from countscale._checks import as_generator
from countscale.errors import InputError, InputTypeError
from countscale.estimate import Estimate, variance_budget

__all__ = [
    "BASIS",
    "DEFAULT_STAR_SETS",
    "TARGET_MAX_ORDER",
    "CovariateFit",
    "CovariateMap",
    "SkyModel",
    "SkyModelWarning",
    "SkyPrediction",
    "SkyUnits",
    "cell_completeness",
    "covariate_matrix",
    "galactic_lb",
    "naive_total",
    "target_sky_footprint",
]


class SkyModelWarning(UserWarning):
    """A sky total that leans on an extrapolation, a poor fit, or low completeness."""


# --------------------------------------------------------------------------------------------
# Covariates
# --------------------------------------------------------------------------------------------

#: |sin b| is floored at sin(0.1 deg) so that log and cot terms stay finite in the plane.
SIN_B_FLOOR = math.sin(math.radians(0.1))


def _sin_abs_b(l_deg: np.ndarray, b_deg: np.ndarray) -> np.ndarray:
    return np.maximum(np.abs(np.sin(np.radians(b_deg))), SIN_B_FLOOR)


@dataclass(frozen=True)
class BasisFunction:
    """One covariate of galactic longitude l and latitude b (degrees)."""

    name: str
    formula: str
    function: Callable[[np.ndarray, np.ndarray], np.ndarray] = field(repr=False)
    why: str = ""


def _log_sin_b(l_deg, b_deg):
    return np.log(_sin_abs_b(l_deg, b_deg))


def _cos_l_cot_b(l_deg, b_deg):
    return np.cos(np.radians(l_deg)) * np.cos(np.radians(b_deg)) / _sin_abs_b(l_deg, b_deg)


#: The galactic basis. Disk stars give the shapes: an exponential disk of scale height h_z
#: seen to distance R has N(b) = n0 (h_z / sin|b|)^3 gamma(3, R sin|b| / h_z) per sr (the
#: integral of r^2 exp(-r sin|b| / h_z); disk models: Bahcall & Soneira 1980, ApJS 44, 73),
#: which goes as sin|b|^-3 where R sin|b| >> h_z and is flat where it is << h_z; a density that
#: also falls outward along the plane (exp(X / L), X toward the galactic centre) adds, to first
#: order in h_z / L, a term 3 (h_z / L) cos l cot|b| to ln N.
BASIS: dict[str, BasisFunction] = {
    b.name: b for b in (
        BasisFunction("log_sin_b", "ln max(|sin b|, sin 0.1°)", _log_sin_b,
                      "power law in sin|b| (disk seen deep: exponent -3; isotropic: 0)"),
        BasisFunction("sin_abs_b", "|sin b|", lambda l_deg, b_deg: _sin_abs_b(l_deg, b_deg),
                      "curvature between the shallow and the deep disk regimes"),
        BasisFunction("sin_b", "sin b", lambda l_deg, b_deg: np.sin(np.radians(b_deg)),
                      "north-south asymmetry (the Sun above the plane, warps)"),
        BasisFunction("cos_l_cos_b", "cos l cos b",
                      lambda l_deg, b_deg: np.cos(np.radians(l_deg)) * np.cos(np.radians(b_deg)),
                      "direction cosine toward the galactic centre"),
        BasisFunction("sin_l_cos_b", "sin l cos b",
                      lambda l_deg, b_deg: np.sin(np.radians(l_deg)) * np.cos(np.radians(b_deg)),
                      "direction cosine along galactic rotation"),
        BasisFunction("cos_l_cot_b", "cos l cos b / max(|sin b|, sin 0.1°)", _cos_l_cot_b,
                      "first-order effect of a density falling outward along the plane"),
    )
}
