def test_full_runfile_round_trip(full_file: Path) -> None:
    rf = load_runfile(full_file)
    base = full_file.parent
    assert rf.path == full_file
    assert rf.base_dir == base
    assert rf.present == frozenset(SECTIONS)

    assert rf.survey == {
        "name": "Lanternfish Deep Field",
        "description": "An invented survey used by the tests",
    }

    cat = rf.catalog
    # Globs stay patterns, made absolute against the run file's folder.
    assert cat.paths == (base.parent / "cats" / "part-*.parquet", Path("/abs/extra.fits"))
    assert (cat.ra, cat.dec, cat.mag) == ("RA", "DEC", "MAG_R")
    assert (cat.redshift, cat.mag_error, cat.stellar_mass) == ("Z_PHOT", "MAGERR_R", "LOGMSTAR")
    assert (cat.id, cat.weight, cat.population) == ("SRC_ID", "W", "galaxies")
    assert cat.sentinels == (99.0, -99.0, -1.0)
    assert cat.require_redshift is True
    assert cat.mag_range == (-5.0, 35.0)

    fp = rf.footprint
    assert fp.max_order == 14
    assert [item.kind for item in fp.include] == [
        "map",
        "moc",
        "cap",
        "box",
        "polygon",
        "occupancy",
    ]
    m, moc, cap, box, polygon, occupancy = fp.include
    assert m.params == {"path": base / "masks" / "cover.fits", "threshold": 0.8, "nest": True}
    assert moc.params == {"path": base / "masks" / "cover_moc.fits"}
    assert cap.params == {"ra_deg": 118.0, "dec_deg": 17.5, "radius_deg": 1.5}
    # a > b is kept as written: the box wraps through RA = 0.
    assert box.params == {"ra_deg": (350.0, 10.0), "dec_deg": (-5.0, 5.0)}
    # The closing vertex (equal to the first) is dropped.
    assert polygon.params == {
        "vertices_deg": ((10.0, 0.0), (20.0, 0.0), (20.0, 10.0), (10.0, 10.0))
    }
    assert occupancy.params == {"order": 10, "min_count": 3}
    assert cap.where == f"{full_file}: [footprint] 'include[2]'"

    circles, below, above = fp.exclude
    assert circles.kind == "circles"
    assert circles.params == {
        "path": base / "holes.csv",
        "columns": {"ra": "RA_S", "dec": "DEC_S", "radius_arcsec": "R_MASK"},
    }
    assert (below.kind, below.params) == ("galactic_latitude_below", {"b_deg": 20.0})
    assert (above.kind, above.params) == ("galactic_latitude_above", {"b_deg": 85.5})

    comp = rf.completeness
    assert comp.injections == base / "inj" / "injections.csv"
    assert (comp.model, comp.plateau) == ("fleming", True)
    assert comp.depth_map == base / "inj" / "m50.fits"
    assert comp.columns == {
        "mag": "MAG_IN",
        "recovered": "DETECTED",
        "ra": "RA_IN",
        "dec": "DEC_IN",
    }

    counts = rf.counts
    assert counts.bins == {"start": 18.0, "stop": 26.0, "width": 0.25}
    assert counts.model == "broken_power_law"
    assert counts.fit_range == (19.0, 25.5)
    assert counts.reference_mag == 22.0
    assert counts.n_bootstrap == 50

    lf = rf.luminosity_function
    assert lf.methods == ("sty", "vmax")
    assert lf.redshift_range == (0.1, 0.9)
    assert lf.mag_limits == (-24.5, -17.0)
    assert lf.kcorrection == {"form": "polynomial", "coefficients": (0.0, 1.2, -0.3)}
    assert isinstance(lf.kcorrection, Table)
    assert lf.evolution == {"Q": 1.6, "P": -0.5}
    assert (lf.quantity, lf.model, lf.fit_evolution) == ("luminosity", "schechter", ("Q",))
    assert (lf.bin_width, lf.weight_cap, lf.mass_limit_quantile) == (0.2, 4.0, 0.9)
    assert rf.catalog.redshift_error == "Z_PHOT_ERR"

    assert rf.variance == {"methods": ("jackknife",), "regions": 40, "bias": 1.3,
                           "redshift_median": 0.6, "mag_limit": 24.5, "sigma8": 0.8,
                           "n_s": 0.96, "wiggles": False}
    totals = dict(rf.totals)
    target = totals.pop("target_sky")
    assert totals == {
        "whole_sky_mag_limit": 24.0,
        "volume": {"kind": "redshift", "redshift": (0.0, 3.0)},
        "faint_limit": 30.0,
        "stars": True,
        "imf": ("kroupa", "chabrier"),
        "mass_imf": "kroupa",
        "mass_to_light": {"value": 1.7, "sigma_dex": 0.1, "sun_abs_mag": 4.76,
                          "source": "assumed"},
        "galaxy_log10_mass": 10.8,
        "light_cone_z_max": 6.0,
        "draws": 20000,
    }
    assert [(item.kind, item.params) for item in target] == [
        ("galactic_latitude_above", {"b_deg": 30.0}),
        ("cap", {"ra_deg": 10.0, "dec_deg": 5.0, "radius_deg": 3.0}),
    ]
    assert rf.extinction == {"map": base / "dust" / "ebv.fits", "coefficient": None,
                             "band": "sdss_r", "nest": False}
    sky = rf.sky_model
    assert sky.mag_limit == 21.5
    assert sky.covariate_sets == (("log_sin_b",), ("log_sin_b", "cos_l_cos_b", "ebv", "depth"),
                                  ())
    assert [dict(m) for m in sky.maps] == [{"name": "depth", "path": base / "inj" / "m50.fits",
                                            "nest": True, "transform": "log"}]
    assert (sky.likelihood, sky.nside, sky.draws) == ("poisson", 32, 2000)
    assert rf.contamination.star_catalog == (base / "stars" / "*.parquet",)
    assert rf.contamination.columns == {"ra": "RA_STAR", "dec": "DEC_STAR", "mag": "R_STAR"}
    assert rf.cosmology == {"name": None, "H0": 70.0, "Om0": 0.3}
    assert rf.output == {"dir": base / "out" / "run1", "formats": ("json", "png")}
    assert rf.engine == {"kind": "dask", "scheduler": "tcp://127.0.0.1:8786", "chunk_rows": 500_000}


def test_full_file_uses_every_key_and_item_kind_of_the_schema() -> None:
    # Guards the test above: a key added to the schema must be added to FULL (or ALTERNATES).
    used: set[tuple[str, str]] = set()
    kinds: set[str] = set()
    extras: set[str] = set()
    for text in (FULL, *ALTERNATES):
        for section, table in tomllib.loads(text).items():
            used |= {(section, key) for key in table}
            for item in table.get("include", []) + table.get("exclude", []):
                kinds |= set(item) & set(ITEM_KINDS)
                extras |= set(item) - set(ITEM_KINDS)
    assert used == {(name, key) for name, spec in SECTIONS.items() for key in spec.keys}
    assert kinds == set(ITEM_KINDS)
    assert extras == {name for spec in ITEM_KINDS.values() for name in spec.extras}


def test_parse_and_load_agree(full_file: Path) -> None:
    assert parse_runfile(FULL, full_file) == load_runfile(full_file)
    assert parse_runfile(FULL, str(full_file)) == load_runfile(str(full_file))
★ ★ ★
- What is needed:
Whenever "outward" occurs in a line above, copy that line.

- The answer:
#: also falls outward along the plane (exp(X / L), X toward the galactic centre) adds, to first
                      "first-order effect of a density falling outward along the plane"),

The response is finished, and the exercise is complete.